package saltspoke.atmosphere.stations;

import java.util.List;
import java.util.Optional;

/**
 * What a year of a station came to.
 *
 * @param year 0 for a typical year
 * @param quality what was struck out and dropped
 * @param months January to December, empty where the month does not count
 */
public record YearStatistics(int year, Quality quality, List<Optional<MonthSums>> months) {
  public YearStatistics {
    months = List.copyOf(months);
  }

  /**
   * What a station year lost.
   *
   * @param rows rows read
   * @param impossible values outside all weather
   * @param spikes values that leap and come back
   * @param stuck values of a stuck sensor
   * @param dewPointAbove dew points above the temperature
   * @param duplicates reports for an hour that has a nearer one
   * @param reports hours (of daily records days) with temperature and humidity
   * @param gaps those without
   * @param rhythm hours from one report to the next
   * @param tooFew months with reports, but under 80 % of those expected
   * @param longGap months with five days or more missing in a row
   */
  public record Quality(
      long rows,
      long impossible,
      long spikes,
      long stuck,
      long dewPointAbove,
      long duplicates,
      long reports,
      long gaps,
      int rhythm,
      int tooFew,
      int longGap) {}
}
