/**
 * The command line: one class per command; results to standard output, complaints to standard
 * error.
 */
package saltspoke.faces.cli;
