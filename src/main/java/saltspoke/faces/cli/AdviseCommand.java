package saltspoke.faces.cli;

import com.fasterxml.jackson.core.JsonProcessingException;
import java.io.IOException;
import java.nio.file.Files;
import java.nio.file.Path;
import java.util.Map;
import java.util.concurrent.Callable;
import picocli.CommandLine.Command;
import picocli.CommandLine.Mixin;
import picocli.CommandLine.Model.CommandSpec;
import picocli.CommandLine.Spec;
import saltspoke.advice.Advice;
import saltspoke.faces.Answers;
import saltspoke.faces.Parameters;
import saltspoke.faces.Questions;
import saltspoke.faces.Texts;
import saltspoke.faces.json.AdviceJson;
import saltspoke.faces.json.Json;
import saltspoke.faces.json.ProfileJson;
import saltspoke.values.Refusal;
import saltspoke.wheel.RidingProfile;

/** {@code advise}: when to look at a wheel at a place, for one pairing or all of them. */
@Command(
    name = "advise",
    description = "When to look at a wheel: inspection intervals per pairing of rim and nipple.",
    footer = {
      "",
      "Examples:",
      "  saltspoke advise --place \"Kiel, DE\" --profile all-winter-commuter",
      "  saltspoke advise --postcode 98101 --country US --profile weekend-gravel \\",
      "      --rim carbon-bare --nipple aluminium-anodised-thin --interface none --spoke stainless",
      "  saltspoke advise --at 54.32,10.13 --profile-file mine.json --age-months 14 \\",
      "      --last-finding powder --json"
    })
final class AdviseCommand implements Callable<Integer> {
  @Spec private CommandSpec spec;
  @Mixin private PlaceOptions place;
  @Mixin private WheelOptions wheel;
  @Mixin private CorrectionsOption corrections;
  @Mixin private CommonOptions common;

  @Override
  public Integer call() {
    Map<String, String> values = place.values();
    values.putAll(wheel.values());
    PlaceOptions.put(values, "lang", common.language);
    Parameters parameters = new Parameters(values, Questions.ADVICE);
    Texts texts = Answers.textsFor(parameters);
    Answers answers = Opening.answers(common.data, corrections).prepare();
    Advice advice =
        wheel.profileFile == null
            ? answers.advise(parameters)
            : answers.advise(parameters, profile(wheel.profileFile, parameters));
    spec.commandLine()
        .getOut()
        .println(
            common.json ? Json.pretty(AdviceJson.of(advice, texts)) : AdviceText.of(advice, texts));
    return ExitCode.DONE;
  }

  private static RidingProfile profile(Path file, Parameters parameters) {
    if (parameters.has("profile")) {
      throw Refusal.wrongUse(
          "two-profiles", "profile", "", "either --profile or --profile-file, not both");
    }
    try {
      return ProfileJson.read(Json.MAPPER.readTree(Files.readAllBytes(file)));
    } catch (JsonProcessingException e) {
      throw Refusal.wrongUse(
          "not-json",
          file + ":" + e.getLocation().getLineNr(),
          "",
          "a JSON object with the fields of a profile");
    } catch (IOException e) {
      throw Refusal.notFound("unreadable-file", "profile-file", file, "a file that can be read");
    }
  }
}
□ □ □ □ □
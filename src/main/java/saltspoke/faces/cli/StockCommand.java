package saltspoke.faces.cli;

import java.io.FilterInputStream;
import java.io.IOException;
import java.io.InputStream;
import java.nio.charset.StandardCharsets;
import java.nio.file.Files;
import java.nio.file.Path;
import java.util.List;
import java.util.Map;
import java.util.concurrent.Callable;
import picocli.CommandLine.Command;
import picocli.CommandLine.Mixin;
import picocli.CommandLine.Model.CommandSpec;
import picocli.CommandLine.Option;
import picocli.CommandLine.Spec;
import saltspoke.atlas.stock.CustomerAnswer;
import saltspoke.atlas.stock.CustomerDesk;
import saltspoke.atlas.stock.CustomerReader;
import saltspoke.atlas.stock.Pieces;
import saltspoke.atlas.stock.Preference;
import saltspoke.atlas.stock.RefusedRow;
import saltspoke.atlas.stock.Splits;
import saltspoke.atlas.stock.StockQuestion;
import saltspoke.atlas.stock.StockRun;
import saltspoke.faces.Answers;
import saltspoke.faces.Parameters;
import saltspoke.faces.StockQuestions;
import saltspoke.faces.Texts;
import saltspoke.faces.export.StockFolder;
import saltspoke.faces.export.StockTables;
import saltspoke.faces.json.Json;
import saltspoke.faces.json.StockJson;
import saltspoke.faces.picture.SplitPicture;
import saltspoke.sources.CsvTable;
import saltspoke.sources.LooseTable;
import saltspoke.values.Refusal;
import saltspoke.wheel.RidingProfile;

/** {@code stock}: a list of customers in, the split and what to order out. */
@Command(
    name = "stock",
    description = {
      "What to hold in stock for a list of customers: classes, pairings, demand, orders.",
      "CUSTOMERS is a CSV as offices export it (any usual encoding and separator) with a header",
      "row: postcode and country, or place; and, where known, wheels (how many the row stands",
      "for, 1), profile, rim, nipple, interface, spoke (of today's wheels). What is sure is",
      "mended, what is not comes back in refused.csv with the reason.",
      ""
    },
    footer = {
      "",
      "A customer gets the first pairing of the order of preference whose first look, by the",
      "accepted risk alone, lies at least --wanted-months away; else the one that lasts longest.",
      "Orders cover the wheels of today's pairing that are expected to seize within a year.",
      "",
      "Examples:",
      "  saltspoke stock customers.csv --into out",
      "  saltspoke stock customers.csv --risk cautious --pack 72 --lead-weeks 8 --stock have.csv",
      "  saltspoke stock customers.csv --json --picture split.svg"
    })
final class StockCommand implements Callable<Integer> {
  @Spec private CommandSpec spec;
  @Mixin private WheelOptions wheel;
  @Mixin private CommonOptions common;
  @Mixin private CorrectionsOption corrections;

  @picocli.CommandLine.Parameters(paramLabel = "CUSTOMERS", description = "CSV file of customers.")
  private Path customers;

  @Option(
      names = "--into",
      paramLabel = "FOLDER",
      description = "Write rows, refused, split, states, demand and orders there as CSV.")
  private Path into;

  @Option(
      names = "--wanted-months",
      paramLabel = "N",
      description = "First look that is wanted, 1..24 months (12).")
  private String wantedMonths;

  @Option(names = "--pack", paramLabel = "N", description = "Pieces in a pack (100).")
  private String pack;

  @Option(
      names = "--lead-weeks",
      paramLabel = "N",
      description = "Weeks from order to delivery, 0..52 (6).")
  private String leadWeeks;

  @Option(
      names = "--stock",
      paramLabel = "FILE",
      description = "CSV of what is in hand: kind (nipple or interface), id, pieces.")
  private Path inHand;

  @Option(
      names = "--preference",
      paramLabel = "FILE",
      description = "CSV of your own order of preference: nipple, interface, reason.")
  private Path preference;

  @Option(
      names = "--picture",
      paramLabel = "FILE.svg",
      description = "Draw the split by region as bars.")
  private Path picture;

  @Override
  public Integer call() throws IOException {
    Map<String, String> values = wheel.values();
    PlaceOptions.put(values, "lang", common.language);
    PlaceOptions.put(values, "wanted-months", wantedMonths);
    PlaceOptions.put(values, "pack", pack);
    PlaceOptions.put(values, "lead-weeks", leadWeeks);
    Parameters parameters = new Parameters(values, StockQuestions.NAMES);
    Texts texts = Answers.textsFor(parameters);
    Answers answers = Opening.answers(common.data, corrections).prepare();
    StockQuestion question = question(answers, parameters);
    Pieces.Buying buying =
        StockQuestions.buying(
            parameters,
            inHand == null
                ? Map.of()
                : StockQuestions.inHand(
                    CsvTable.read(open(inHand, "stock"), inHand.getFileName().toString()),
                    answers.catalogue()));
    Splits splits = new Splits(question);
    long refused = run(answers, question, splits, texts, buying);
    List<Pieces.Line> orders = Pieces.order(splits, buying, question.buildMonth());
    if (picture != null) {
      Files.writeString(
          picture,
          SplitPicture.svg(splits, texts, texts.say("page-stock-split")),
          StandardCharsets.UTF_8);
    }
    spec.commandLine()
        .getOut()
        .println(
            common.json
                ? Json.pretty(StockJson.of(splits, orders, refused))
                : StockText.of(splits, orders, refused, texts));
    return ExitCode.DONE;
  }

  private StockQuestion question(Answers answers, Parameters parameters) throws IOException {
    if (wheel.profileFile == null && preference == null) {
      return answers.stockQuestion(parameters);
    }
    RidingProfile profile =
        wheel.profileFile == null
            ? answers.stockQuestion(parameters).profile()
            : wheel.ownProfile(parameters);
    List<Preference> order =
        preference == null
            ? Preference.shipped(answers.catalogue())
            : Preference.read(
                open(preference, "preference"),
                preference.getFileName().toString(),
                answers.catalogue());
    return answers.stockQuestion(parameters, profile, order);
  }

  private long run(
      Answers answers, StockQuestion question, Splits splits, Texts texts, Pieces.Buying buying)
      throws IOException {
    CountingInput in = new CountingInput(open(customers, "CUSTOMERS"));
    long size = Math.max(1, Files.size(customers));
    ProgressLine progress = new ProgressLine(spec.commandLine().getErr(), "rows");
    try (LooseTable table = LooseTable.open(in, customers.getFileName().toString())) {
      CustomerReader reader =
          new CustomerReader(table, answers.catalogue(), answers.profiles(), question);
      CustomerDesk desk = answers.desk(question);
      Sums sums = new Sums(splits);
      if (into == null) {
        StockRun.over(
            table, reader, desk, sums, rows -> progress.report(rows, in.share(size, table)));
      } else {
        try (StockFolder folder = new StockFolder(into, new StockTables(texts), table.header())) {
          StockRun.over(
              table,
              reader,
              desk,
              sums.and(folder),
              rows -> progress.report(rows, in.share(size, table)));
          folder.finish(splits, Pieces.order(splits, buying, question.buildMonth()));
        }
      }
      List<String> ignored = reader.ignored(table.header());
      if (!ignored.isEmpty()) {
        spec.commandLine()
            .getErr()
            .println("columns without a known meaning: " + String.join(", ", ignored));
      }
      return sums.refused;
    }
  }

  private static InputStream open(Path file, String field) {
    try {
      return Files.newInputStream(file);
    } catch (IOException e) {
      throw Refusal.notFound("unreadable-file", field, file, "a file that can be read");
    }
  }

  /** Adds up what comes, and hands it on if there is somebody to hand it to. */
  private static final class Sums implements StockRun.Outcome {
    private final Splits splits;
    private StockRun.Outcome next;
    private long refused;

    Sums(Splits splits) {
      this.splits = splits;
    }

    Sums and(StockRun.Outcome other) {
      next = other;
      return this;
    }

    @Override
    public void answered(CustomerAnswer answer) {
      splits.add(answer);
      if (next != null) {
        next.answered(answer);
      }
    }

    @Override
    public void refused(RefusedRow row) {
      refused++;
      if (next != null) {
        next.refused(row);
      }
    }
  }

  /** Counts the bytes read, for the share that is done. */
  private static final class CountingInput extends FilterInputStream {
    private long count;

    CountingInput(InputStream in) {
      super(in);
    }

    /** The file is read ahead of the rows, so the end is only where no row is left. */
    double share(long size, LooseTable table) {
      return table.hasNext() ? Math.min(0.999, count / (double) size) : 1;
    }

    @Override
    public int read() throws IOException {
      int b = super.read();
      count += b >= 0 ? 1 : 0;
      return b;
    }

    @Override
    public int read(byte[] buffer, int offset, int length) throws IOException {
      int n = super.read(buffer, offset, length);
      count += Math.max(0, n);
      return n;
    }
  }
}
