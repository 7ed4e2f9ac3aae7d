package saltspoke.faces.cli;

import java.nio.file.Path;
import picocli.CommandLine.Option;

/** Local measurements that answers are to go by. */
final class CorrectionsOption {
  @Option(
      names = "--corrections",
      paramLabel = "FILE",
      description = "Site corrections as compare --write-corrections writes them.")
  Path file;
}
□ □ □ □ □
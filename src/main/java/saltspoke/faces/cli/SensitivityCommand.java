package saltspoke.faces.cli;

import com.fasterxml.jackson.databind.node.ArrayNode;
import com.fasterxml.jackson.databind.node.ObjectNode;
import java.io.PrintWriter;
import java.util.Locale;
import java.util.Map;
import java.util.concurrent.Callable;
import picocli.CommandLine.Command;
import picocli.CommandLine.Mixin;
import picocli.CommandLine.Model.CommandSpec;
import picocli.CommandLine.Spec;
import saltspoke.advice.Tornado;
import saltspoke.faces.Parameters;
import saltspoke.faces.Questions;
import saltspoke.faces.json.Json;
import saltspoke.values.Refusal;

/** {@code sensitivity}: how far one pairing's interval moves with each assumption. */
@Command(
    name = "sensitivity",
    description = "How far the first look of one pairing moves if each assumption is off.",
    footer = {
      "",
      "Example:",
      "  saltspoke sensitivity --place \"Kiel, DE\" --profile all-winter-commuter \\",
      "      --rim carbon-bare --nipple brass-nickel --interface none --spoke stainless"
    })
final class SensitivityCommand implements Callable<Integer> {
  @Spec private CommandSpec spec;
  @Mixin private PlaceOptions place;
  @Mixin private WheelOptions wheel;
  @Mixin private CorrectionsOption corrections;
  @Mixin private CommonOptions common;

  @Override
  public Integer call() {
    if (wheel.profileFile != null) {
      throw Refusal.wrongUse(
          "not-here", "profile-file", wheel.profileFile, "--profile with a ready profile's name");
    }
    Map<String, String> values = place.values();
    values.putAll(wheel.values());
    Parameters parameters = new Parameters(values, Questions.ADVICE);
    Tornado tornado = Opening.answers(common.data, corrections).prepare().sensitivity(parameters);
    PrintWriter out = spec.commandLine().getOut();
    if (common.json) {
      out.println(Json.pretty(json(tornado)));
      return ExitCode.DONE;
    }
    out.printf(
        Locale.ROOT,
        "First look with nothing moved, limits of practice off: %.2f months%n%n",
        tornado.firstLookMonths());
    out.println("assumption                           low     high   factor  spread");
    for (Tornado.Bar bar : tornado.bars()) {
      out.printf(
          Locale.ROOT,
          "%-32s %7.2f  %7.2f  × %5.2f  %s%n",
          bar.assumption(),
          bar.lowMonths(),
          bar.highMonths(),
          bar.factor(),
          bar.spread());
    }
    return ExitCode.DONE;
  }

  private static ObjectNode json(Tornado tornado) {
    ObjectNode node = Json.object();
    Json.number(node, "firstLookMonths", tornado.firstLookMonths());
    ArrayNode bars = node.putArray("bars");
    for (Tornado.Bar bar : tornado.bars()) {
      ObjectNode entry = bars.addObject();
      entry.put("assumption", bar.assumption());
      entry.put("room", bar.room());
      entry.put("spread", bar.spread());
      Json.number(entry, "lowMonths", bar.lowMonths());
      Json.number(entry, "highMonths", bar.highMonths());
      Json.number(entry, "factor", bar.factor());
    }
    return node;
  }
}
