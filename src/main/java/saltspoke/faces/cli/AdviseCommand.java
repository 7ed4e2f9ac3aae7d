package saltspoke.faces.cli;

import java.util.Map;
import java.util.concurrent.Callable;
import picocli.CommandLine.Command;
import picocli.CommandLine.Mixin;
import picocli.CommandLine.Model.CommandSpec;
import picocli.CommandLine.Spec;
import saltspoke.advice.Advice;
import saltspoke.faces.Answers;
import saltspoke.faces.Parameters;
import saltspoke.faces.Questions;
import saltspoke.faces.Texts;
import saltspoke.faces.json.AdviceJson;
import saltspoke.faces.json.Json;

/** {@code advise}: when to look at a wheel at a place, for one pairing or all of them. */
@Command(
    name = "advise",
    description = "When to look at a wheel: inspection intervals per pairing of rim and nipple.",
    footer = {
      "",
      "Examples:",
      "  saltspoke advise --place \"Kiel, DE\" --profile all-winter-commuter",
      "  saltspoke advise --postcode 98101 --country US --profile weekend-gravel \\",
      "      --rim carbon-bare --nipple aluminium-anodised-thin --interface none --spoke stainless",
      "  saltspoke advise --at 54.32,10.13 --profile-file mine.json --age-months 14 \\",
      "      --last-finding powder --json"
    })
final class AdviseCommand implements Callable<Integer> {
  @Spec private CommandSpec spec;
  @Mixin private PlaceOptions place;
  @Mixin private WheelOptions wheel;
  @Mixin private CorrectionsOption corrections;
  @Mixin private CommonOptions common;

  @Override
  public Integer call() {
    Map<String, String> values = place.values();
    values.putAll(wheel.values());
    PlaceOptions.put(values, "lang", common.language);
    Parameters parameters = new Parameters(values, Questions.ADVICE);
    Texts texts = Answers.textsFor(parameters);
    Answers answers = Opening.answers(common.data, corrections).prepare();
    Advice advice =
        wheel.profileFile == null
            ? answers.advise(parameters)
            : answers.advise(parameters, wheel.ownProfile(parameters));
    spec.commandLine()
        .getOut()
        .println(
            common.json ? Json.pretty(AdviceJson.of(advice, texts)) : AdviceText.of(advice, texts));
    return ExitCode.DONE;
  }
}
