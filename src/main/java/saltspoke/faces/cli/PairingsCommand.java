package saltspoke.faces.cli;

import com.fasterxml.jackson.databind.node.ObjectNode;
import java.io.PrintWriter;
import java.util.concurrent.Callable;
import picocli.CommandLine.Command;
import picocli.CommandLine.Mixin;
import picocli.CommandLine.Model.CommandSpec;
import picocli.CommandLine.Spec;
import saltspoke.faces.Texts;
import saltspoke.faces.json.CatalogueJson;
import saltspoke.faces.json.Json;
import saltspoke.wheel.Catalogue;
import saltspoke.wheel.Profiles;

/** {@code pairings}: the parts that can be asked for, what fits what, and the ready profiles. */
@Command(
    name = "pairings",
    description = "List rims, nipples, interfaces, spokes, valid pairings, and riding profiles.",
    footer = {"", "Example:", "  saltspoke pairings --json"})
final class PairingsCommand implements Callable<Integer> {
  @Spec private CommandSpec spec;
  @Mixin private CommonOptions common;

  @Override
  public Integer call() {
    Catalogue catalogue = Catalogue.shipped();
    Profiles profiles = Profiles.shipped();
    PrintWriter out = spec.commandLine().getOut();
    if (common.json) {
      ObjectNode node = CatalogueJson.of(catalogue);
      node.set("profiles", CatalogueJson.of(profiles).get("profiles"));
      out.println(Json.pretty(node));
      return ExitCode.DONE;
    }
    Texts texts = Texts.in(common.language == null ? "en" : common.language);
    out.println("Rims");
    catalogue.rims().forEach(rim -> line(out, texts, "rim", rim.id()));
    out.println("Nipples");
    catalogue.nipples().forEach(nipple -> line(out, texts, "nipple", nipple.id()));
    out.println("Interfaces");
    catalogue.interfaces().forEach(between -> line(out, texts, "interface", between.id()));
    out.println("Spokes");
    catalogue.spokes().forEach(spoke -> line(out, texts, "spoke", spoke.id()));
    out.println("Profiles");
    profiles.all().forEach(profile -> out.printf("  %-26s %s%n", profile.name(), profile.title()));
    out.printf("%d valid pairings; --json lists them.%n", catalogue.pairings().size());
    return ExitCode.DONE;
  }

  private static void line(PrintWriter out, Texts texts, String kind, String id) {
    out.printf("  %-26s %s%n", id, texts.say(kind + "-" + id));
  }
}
□ □ □ □ □
**Exercise goal:** The line above containing "import saltspoke.atlas.stock.StockQuestion;", the line containing "import saltspoke.faces.export.StockFolder;", and every line between them are to be transcribed exactly; no other line is wanted.

**Response to this task:**
import saltspoke.atlas.stock.StockQuestion;
import saltspoke.atlas.stock.StockRun;
import saltspoke.faces.Answers;
import saltspoke.faces.Parameters;
import saltspoke.faces.StockQuestions;
import saltspoke.faces.Texts;
import saltspoke.faces.export.StockFolder;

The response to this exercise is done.